*** Data ***
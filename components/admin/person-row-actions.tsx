"use client";

import { useActionState, useState } from "react";
import type { PersonRow } from "@/db/queries/users";
import { changeRole, endSessions, resetPassword, setActive } from "@/lib/actions/users";
import { initialActionState, type ActionState } from "@/lib/actions/state";
import { ROLE_LABELS } from "@/lib/auth/roles";
import { ROLES } from "@/lib/validations/auth";

const field = "min-h-12 rounded-lg border border-stone-400 bg-white px-3 text-base";
const button =
  "min-h-12 rounded-lg border border-stone-500 bg-white px-4 font-semibold disabled:opacity-50";

function Result({ state, id }: { state: ActionState; id?: string }) {
  return (
    <p
      id={id}
      aria-live="polite"
      className={`w-full text-sm ${state.ok ? "text-emerald-800" : "text-rose-700"}`}
    >
      {state.message}
    </p>
  );
}

/** What an admin can do for one person: access first (deactivate or let back in), then role and password. */
export function PersonRowActions({ person, isSelf }: { person: PersonRow; isSelf: boolean }) {
  const [roleState, roleAction, rolePending] = useActionState(changeRole, initialActionState);
  const [pwState, pwAction, pwPending] = useActionState(resetPassword, initialActionState);
  const [activeState, activeAction, activePending] = useActionState(setActive, initialActionState);
  const [endState, endAction, endPending] = useActionState(endSessions, initialActionState);
  const [confirming, setConfirming] = useState(false);
  return (
    <div className="grid grid-cols-1 gap-4 lg:grid-cols-3">
      <section aria-label={`Access for ${person.name}`} className="flex flex-col gap-2">
        <h3 className="font-semibold">Access</h3>
        {isSelf ? (
          <p className="text-sm text-stone-600">
            This is you: another admin must deactivate you or change your role.
          </p>
        ) : person.active ? (
          confirming ? (
            <form
              action={activeAction}
              className="flex flex-wrap items-center gap-2"
              onSubmit={() => setConfirming(false)}
            >
              <input type="hidden" name="id" value={person.id} />
              <input type="hidden" name="active" value="false" />
              <p className="w-full text-sm">
                Deactivate {person.name}? They are signed out everywhere at once and cannot sign in;
                their jobs, reviews and audit entries keep their name.
              </p>
              <button
                type="submit"
                disabled={activePending}
                className="min-h-12 rounded-lg bg-rose-800 px-4 font-semibold text-white disabled:opacity-60"
              >
                {activePending ? "Deactivating…" : `Yes, deactivate ${person.name}`}
              </button>
              <button type="button" onClick={() => setConfirming(false)} className={button}>
                Keep
              </button>
            </form>
          ) : (
            <div>
              <button type="button" onClick={() => setConfirming(true)} className={button}>
                Deactivate…
              </button>
            </div>
          )
        ) : (
          <form action={activeAction}>
            <input type="hidden" name="id" value={person.id} />
            <input type="hidden" name="active" value="true" />
            <button type="submit" disabled={activePending} className={button}>
              {activePending ? "Saving…" : "Reactivate"}
            </button>
          </form>
        )}
        <Result state={activeState} />
        {person.active && !isSelf ? (
          <form action={endAction} className="flex flex-wrap gap-2">
            <input type="hidden" name="id" value={person.id} />
            <button type="submit" disabled={endPending} className={button}>
              {endPending ? "Saving…" : "Sign out everywhere"}
            </button>
            <Result state={endState} />
          </form>
        ) : null}
      </section>
      <form
        action={roleAction}
        className="flex flex-wrap items-end gap-2"
        aria-label={`Role of ${person.name}`}
      >
        <input type="hidden" name="id" value={person.id} />
        <label className="flex flex-col gap-1 text-sm font-semibold">
          Role
          <select name="role" defaultValue={person.role} disabled={isSelf} className={field}>
            {ROLES.map((r) => (
              <option key={r} value={r}>
                {ROLE_LABELS[r]}
              </option>
            ))}
          </select>
        </label>
        <button type="submit" disabled={rolePending || isSelf} className={button}>
          {rolePending ? "Saving…" : "Change role"}
        </button>
        <Result state={roleState} />
      </form>
      <form
        action={pwAction}
        className="flex flex-wrap items-end gap-2"
        aria-label={`Password of ${person.name}`}
      >
        <input type="hidden" name="id" value={person.id} />
        <label className="flex flex-col gap-1 text-sm font-semibold">
          New password
          <input
            name="password"
            type="password"
            autoComplete="new-password"
            minLength={10}
            required
            className={field}
            aria-describedby={`pw-${person.id}-msg`}
          />
        </label>
        <button type="submit" disabled={pwPending} className={button}>
          {pwPending ? "Saving…" : "Reset password"}
        </button>
        <p
          id={`pw-${person.id}-msg`}
          aria-live="polite"
          className={`w-full text-sm ${pwState.ok ? "text-emerald-800" : "text-rose-700"}`}
        >
          {pwState.fieldErrors.password?.[0] ?? pwState.message}
        </p>
      </form>
    </div>
  );
}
*** End of Data ***
→ Activity: Each line of the data is to be retyped exactly as shown.

→ Response for this exercise:
filename components/admin/person-row-actions.tsx
"use client";

import { useActionState, useState } from "react";
import type { PersonRow } from "@/db/queries/users";
import { changeRole, endSessions, resetPassword, setActive } from "@/lib/actions/users";
import { initialActionState, type ActionState } from "@/lib/actions/state";
import { ROLE_LABELS } from "@/lib/auth/roles";
import { ROLES } from "@/lib/validations/auth";

const field = "min-h-12 rounded-lg border border-stone-400 bg-white px-3 text-base";
const button =
  "min-h-12 rounded-lg border border-stone-500 bg-white px-4 font-semibold disabled:opacity-50";

function Result({ state, id }: { state: ActionState; id?: string }) {
  return (
    <p
      id={id}
      aria-live="polite"
      className={`w-full text-sm ${state.ok ? "text-emerald-800" : "text-rose-700"}`}
    >
      {state.message}
    </p>
  );
}

/** What an admin can do for one person: access first (deactivate or let back in), then role and password. */
export function PersonRowActions({ person, isSelf }: { person: PersonRow; isSelf: boolean }) {
  const [roleState, roleAction, rolePending] = useActionState(changeRole, initialActionState);
  const [pwState, pwAction, pwPending] = useActionState(resetPassword, initialActionState);
  const [activeState, activeAction, activePending] = useActionState(setActive, initialActionState);
  const [endState, endAction, endPending] = useActionState(endSessions, initialActionState);
  const [confirming, setConfirming] = useState(false);
  return (
    <div className="grid grid-cols-1 gap-4 lg:grid-cols-3">
      <section aria-label={`Access for ${person.name}`} className="flex flex-col gap-2">
        <h3 className="font-semibold">Access</h3>
        {isSelf ? (
          <p className="text-sm text-stone-600">
            This is you: another admin must deactivate you or change your role.
          </p>
        ) : person.active ? (
          confirming ? (
            <form
              action={activeAction}
              className="flex flex-wrap items-center gap-2"
              onSubmit={() => setConfirming(false)}
            >
              <input type="hidden" name="id" value={person.id} />
              <input type="hidden" name="active" value="false" />
              <p className="w-full text-sm">
                Deactivate {person.name}? They are signed out everywhere at once and cannot sign in;
                their jobs, reviews and audit entries keep their name.
              </p>
              <button
                type="submit"
                disabled={activePending}
                className="min-h-12 rounded-lg bg-rose-800 px-4 font-semibold text-white disabled:opacity-60"
              >
                {activePending ? "Deactivating…" : `Yes, deactivate ${person.name}`}
              </button>
              <button type="button" onClick={() => setConfirming(false)} className={button}>
                Keep
              </button>
            </form>
          ) : (
            <div>
              <button type="button" onClick={() => setConfirming(true)} className={button}>
                Deactivate…
              </button>
            </div>
          )
        ) : (
          <form action={activeAction}>
            <input type="hidden" name="id" value={person.id} />
            <input type="hidden" name="active" value="true" />
            <button type="submit" disabled={activePending} className={button}>
              {activePending ? "Saving…" : "Reactivate"}
            </button>
          </form>
        )}
        <Result state={activeState} />
        {person.active && !isSelf ? (
          <form action={endAction} className="flex flex-wrap gap-2">
            <input type="hidden" name="id" value={person.id} />
            <button type="submit" disabled={endPending} className={button}>
              {endPending ? "Saving…" : "Sign out everywhere"}
            </button>
            <Result state={endState} />
          </form>
        ) : null}
      </section>
      <form
        action={roleAction}
        className="flex flex-wrap items-end gap-2"
        aria-label={`Role of ${person.name}`}
      >
        <input type="hidden" name="id" value={person.id} />
        <label className="flex flex-col gap-1 text-sm font-semibold">
          Role
          <select name="role" defaultValue={person.role} disabled={isSelf} className={field}>
            {ROLES.map((r) => (
              <option key={r} value={r}>
                {ROLE_LABELS[r]}
              </option>
            ))}
          </select>
        </label>
        <button type="submit" disabled={rolePending || isSelf} className={button}>
          {rolePending ? "Saving…" : "Change role"}
        </button>
        <Result state={roleState} />
      </form>
      <form
        action={pwAction}
        className="flex flex-wrap items-end gap-2"
        aria-label={`Password of ${person.name}`}
      >
        <input type="hidden" name="id" value={person.id} />
        <label className="flex flex-col gap-1 text-sm font-semibold">
          New password
          <input
            name="password"
            type="password"
            autoComplete="new-password"
            minLength={10}
            required
            className={field}
            aria-describedby={`pw-${person.id}-msg`}
          />
        </label>
        <button type="submit" disabled={pwPending} className={button}>
          {pwPending ? "Saving…" : "Reset password"}
        </button>
        <p
          id={`pw-${person.id}-msg`}
          aria-live="polite"
          className={`w-full text-sm ${pwState.ok ? "text-emerald-800" : "text-rose-700"}`}
        >
          {pwState.fieldErrors.password?.[0] ?? pwState.message}
        </p>
      </form>
    </div>
  );
}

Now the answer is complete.